Researchers have identified a new approach to treating infective endocarditis that could improve outcomes for a large population of patients who have no further therapeutic options, according to findings presented at the Transcatheter Cardiovascular Therapeutics Symposium on October 30.
Abdallah El Sabbagh, MD, an interventional cardiologist at Mayo Clinic in Jacksonville, Florida, and the study’s lead investigator presented the data. “Our research findings show that using a catheter to draw out most of the heart infection potentially made a significant difference in a patient’s response to antibiotic therapy afterward to clear up the infection,” he said in a press release.
The research into this new method of treatment is part of a Mayo Clinic-led study being conducted in 19 sites across the US. Participants comprised those whose right-sided heart infections would not clear and those who weren’t considered good candidates for surgery.
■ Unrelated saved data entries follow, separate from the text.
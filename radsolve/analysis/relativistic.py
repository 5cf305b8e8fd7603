"""Observables of relativistic levels: the normalized Dirac components and <r^k> from G^2 + F^2.

A Dirac level's samples hold u = G / sqrt(A) of the exact second-order form (see
:mod:`radsolve.core.relativistic.effective`), on every grid of its refinement.  On each grid

    G = sqrt(A) u,   F = hbar c (G' + kappa G / r) / A,   A = W - V + S + 2 mc^2,

(the first Dirac equation solved for F; G' by fourth-order central differences in the grid variable), normalized
so that the integral of G^2 + F^2 is 1; a quantity computed on every grid is extrapolated to zero
step (Richardson, orders 2, 4, ...), and its estimate is the extrapolation's plus the rounding floor.
Klein-Gordon levels: u itself with the charge density's normalization is not implemented here.
"""

from __future__ import annotations

import math

import numpy as np

from radsolve.analysis.observables import Estimate
from radsolve.errors import InputError

#: Error orders of the central differences and of the samples (both methods' series are even).
_ORDERS = (2, 4, 6, 8)


def _dirac_level(result, label: str):
    if getattr(result, "equation", "schrodinger") != "dirac":
        raise InputError("Dirac components need a result of equation='dirac'", parameter="equation")
    try:
        level = result.level(label)
    except KeyError:
        raise InputError(f"no level {label!r} in this result; levels: "
                         + ", ".join(lev.label for lev in result.levels), parameter="level") from None
    if not level.samples:
        raise InputError(f"level {label} carries no wavefunction samples", parameter="level")
    return level


def _components(result, level, sample):
    """(r, weights, G, F) on one sample grid, normalized: sum(weights (G^2 + F^2)) = 1."""
    from radsolve.core.relativistic.effective import kappa_of
    from radsolve.core.relativistic.front import hbar_c, rest_energy

    pot = result.potential
    channel = pot.channel(level.l, None) if getattr(pot, "l_dependent", False) else pot
    r, w, u = sample.r, sample.weights, sample.u
    with np.errstate(all="ignore"):
        v = np.asarray(channel.raw(r), dtype=float)
    hc = hbar_c(result.units)
    big_a = sample.energy - v + 2.0 * rest_energy(result.units, result.mass)
    inside = u != 0.0
    g = np.where(inside, np.sqrt(np.where(inside, big_a, 1.0)) * u, 0.0)
    jacobian = w / sample.step
    dg = _derivative(g, sample.step) / jacobian
    f = np.where(inside, hc * (dg + kappa_of(level.l, level.j) * g / r) / np.where(inside, big_a, 1.0), 0.0)
    norm = math.sqrt(float(np.sum(w * (g * g + f * f))))
    return r, w, g / norm, f / norm
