def sum_rules(tr: TransitionResult, tol: float = 1e-8, levels=None) -> list[dict]:
    """Bound and bound-free oscillator strengths of each level against the Thomas-Reiche-Kuhn sum.

    For a level i: the bound part sum_j f(i -> j) over the computed E1 partners
    (absorption positive, emission f = -(g_j/g_i) f(j -> i) negative), plus for a
    Coulomb tail the Rydberg series beyond the computed levels (:func:`_rydberg_tail`),
    plus the continuum integral of df/dE
    (:func:`radsolve.analysis.scattering.continuum_strength`).  The total is
    dipole_charge**2 m_e/mu for one electron (Thomas-Reiche-Kuhn; textbook).  A level
    whose partner channels were not all computed, or whose channel binds levels that
    were not, is marked ``complete: false`` and its continuum is not computed (null).
    ``levels``: labels to check (default every level of ``tr``).
    """
    from radsolve.analysis.observables import State
    from radsolve.analysis.scattering import continuum_strength
    from radsolve.core import probe

    res = tr.result
    q2 = tr.dipole_charge**2
    by_label = {lev.label: lev for lev in res.levels}
    out = []
    wanted = None if levels is None else set(levels)
    for st in tr.states:
        if wanted is not None and st.label not in wanted:
            continue
        lev = by_label[st.label]
        prof = probe.profile(channel_potential(res.potential, lev), res.mass)
        record: dict[str, Any] = {"level": st.label, "expected": q2 / res.mass}
        why = []
        bound = 0.0
        bound_err = 0.0
        ups: dict[int, list] = {}
        for x in tr.lines:
            if x.lower == st.label:
                bound += x.oscillator_strength
                bound_err += x.oscillator_strength_error
                ups.setdefault(by_label[x.upper].l, []).append((by_label[x.upper], x.oscillator_strength))
            elif x.upper == st.label:
                g = (2 * by_label[x.lower].l + 1) / (2 * lev.l + 1)
                bound -= g * x.oscillator_strength
                bound_err += g * x.oscillator_strength_error
        tail = tail_err = 0.0
        coulomb = prof.tail.coulomb and prof.tail.coefficient < 0
        left_out = [x for x in tr.occupied if x in by_label and abs(by_label[x].l - lev.l) == 1]
        if left_out:
            why.append("E1 partners treated as occupied are left out (" + ", ".join(left_out)
                       + "): the sum rule counts every level of the model")
        for lf in (lev.l - 1, lev.l + 1):
            if lf < 0:
                continue
            if lf not in res.bound_counts:
                why.append(f"l = {lf} was not computed")
                continue
            reached = ups.get(lf, [])
            if coulomb:
                if len(reached) < 3:
                    why.append(f"fewer than three levels of l = {lf} above {st.label} to continue the Rydberg "
                               "series (use a larger nmax)")
                    continue
                pts = [(-prof.tail.coefficient * math.sqrt(res.mass / (2.0 * (prof.v_infinity - other.energy))), f)
                       for other, f in reached]
                t, e = _rydberg_tail(pts)
                tail += t
                tail_err += e
                continue
            cert = res.certificates.get(lf)
            above = [x for x in res.levels if x.l == lf and x.energy > lev.energy]
            if cert is None or cert.count is None or not cert.certain:
                why.append(f"the number of bound levels of l = {lf} is uncertain")
            elif cert.count > len([x for x in res.levels if x.l == lf]) or len(reached) < len(above):
                why.append(f"l = {lf} binds levels that were not computed or reached (use a larger nmax)")
        record.update(bound=bound, bound_error=bound_err, rydberg_tail=tail, rydberg_tail_error=tail_err,
                      continuum=None, continuum_error=None, continuum_by_l=None, total=None, total_error=None,
                      complete=not why, converged=False, why=("; ".join(why) or None))
        if not why:  # the continuum is the costly part: only where the sum can be checked
            cs = continuum_strength(res.potential, st.label, mass=res.mass, tol=tol,
                                    bound_state=State.from_result(res, st.label))
            continuum = q2 * cs.value
            record.update(continuum=continuum, continuum_error=q2 * cs.error,
                          continuum_by_l={str(k): q2 * v for k, v in cs.by_l.items()},
                          total=bound + tail + continuum, total_error=bound_err + tail_err + q2 * cs.error,
                          converged=cs.converged and bound_err + tail_err <= max(10.0 * tol, 1e-6))
        out.append(record)
    return out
According to the press release, over 90% of infections observed were cleared among patients in the study, who then experienced lower in-hospital mortality rates compared to patients with remaining infections.
The investigators stated that when an infection takes root in the heart valve, high-risk patients like those evaluated in the study have fewer available treatment options. Other high-risk patients include people with weakened immune systems, those who have had a transplant or undergone cancer treatment, those who use IV drugs, and patients with implanted medical devices.
Specifically, those who use IV drugs and patients with implanted medical devices are more susceptible to developing infective endocarditis. According to the press release, half of the 285 study participants were patients who inject IV drugs.
“The participants in this study were all high-risk patients, and most were not responding to antibiotic therapy alone and were considered to have significant risks with open heart surgery,” said Dr. El Sabbagh. “We were able to show that minimally invasive catheter-based aspiration of the infection is feasible, successful, and may help a significant population of patients who would otherwise have no alternative therapeutic options.”
Originally, the catheter-based method was developed to remove lung blood clots without surgery. The Mayo Clinic study demonstrated that the off-label approach “shows potential as a safe and effective option,” though the lead investigator reiterated the need for further prospective studies on the subject.